“一大爷,一大爷,你不能走啊,这小兔崽子还没赔钱呢......”
贾张氏见易中海要甩手不管,立马急了,跳脚喊道。
秦淮茹赶忙拉住她,急声道:“妈,你就别闹了,咱们回家了。”
现在周围邻居都在这看着呢,本来就是棒梗不对,拦路要东西到哪里也没理啊,而且李清河也只是把棒梗给扔到一边,也没有伤筋动骨的,想找麻烦也不是什么好借口。
再加上易中海的面具被揭开了大半,群众的情绪也被李清河给挑动了起来,想要让李清河赔钱,基本不可能了,就算报警都没用。
秦淮茹能想通,但贾张氏不明白啊,她本就是无理也要闹三分的性子,此时觉得自己占理,怎么能善罢甘休?

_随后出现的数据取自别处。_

"""The published schemas say what the reader does."""

from __future__ import annotations

import json
from collections.abc import Iterator
from typing import Any

import jsonschema_rs
import pytest

from service.documents.changes import LoopChangeRequest
from service.documents.errors import InvalidDocument
from service.documents.examples import EXAMPLES
from service.documents.installations import InstallationRequest
from service.documents.reading import read
from service.documents.recomputations import RecomputationAnswer, RecomputationRequest, answer
from service.documents.schemas import json_schemas
from service.documents.submissions import SubmissionRequest
from service.documents.writing import to_bytes
from tests.documents.requests import ABSENT, as_bytes, changed

READS = tuple(EXAMPLES)
SCHEMAS = json_schemas(READS, (RecomputationAnswer,), "#/$defs/{model}")


def validator(schema: dict[str, Any]) -> jsonschema_rs.Validator:
    return jsonschema_rs.Draft202012Validator({**schema, "$defs": SCHEMAS.definitions})


def reads(document_type: type, document: dict[str, Any]) -> bool:
    try:
        return bool(read(document_type, as_bytes(document)))
    except InvalidDocument:
        return False


@pytest.mark.parametrize("document_type", READS, ids=lambda told: told.__name__)
def test_the_example_is_read(document_type: type) -> None:
    assert reads(document_type, EXAMPLES[document_type])


@pytest.mark.parametrize("document_type", READS, ids=lambda told: told.__name__)
def test_the_example_fits_its_schema(document_type: type) -> None:
    validator(SCHEMAS.of_read[document_type]).validate(EXAMPLES[document_type])


def changes(example: dict[str, Any]) -> Iterator[tuple[str, object]]:
    """Places of a document with what is put there: every field taken away or spoilt, unknown ones added."""
    yield "/unknown_field", 1
    for name, part in example.items():
        yield f"/{name}", ABSENT
        yield f"/{name}", [3]
        if isinstance(part, dict):
            yield f"/{name}/unknown_field", 1
            yield from ((f"/{name}/{inner}", ABSENT) for inner in part)


JOINT_RULES = [
    (SubmissionRequest, "/controller", ABSENT),
    (LoopChangeRequest, "/loop", ABSENT),
    (InstallationRequest, "/as_found", ABSENT),
    (InstallationRequest, "/as_left", ABSENT),
]
"""One field or another in its place: what joins several fields is said by the reader alone."""

CHANGES = [
    (document_type, pointer, value)
    for document_type in READS
    for pointer, value in changes(EXAMPLES[document_type])
    if (document_type, pointer, value) not in JOINT_RULES
]


@pytest.mark.parametrize(("document_type", "pointer", "value"), CHANGES, ids=str)
def test_schema_and_reader_accept_and_refuse_the_same(
    document_type: type, pointer: str, value: object
) -> None:
    document = changed(pointer, value, EXAMPLES[document_type])
    assert validator(SCHEMAS.of_read[document_type]).is_valid(document) == reads(document_type, document)


@pytest.mark.parametrize("value", [-1, 0, "2", True, None])
def test_a_gain_of_the_schema_is_a_gain_of_the_reader(value: object) -> None:
    document = changed("/plant_model/dead_time_s", value, EXAMPLES[RecomputationRequest])
    schema = validator(SCHEMAS.of_read[RecomputationRequest])
    assert schema.is_valid(document) == reads(RecomputationRequest, document)


@pytest.mark.parametrize("include", [[], ["curves"]])
@pytest.mark.parametrize("action", ["reverse", "direct"])
def test_an_answer_fits_its_schema(include: list[str], action: str) -> None:
    document = changed("/controller/action", action, EXAMPLES[RecomputationRequest]) | {"include": include}
    answered = json.loads(to_bytes(answer(read(RecomputationRequest, as_bytes(document)))))
    validator(SCHEMAS.of_written[RecomputationAnswer]).validate(answered)


def test_every_example_stands_in_its_schema() -> None:
    shown = [schema["examples"] for schema in SCHEMAS.definitions.values() if "examples" in schema]
    assert len(shown) + sum("examples" in schema for schema in SCHEMAS.of_read.values()) == len(EXAMPLES)
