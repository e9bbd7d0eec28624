"""A request that is accepted, and the same with one place changed."""

from __future__ import annotations

import json
from enum import Enum
from typing import Any

import pytest

from service.documents.errors import DocumentError, FieldProblem, InvalidDocument
from service.documents.reading import read
from service.documents.recomputations import RecomputationRequest

REQUEST: dict[str, Any] = {
    "plant_model": {"kind": "first_order", "gain": 1.2, "time_constant_s": 30.0, "dead_time_s": 5.0},
    "controller": {
        "form": "ideal",
        "action": "reverse",
        "proportional": {"value": 2.0, "unit": "gain"},
        "integral": {"value": 40.0, "unit": "seconds"},
        "derivative": {"value": 1.5, "unit": "seconds"},
        "derivative_filter": {"value": 10.0, "unit": "ratio"},
        "measurement_filter_s": 0.5,
        "setpoint_weight": {"proportional": 1.0, "derivative": 0.0},
        "scan": None,
    },
}


class Absent(Enum):
    """Stands for taking a field away."""

    ABSENT = "absent"


ABSENT = Absent.ABSENT


def changed(pointer: str, value: object, request: dict[str, Any] | None = None) -> dict[str, Any]:
    """The request with another value at one place."""
    # by way of JSON, so that what stands twice is two objects afterwards
    document: dict[str, Any] = json.loads(json.dumps(REQUEST if request is None else request))
    *above, name = pointer.lstrip("/").split("/")
    place: Any = document
    for step in above:
        place = place[int(step)] if isinstance(place, list) else place[step]
    if value is ABSENT:
        del place[name]
    else:
        place[name] = value
    return document


def as_bytes(document: object) -> bytes:
    return json.dumps(document).encode()


def accepted(document: object) -> RecomputationRequest:
    return read(RecomputationRequest, as_bytes(document))


def refusals(document: object, kind: type[DocumentError] = InvalidDocument) -> tuple[FieldProblem, ...]:
    """What is wrong with a request, place by place."""
    with pytest.raises(kind) as caught:
        read(RecomputationRequest, document if isinstance(document, bytes) else as_bytes(document))
    return caught.value.errors


def refused_at(document: object, kind: type[DocumentError] = InvalidDocument) -> list[str]:
    """The places of what is wrong with a request."""
    return [problem.pointer for problem in refusals(document, kind)]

对着秦淮茹吼道:“怎么能算了?我孙子的打白挨了?那兔崽子要是不赔钱,我就天天到他家闹,让他每天不得安生!”
“呵......”李清河冷笑一声,不再搭理她,跟屋里的王大妈交代几声,就推开人群离开。
“你不能走!”
见李清河要走,贾张氏赶紧跑过去要抓他。
砰!
一声闷响,贾张氏仰面倒在地上,只觉得脑袋晕乎乎的,久久无法回神。